_What the task requires_
Report every line of the material that contains the string "want".
-- Task material follows --
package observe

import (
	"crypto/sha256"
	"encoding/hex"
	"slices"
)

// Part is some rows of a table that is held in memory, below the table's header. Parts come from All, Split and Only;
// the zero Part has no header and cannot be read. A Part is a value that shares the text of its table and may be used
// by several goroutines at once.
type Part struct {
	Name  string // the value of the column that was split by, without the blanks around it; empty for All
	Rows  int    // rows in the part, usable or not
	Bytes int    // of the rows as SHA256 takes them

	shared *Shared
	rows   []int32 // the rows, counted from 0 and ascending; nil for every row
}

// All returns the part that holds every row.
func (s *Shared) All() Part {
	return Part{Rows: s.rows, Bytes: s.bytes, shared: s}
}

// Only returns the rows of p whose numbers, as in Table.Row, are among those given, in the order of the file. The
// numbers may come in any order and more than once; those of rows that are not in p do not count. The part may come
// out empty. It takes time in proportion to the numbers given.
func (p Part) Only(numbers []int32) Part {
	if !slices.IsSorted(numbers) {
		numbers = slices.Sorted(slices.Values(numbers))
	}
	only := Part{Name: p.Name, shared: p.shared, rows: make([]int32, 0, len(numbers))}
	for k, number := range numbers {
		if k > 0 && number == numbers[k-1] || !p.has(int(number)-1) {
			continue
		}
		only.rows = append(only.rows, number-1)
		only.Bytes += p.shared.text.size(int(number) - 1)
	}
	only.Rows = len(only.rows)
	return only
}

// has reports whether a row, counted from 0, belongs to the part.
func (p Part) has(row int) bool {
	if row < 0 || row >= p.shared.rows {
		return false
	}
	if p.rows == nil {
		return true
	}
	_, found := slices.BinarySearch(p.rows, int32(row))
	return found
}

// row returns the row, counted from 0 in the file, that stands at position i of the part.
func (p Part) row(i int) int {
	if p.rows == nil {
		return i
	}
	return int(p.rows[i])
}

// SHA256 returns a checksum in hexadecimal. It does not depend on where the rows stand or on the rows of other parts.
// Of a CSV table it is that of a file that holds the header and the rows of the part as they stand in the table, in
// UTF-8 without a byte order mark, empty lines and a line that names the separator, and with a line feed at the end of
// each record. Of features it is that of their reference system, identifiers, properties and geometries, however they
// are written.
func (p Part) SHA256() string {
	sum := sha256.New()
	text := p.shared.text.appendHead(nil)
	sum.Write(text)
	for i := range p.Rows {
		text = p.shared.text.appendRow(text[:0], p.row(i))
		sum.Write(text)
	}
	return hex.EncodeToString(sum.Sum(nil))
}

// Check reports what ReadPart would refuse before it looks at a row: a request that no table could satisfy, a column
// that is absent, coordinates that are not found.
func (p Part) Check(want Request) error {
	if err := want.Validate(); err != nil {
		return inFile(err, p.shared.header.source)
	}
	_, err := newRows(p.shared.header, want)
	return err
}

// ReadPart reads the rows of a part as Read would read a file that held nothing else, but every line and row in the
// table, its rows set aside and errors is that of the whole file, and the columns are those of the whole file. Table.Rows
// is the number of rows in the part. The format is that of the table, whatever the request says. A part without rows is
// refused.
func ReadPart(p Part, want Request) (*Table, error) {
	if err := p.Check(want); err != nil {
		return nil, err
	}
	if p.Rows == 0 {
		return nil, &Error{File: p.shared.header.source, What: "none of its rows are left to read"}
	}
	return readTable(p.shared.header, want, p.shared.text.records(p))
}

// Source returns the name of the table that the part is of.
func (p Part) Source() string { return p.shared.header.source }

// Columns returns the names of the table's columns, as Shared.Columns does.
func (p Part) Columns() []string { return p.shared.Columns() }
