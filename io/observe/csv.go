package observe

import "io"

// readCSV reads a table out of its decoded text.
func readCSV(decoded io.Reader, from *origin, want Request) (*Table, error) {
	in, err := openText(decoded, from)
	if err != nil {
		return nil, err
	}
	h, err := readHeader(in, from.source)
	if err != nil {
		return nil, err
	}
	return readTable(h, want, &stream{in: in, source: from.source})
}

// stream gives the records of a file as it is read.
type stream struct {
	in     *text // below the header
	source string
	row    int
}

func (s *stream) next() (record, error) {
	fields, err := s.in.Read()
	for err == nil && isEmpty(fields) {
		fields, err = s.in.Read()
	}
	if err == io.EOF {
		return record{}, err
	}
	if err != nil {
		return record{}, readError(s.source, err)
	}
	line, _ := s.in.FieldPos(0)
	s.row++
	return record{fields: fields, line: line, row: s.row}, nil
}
-- Task material concluded --
_Written answer_
func (p Part) Check(want Request) error {
	if err := want.Validate(); err != nil {
	_, err := newRows(p.shared.header, want)
func ReadPart(p Part, want Request) (*Table, error) {
	if err := p.Check(want); err != nil {
	return readTable(p.shared.header, want, p.shared.text.records(p))
func readCSV(decoded io.Reader, from *origin, want Request) (*Table, error) {
	return readTable(h, want, &stream{in: in, source: from.source})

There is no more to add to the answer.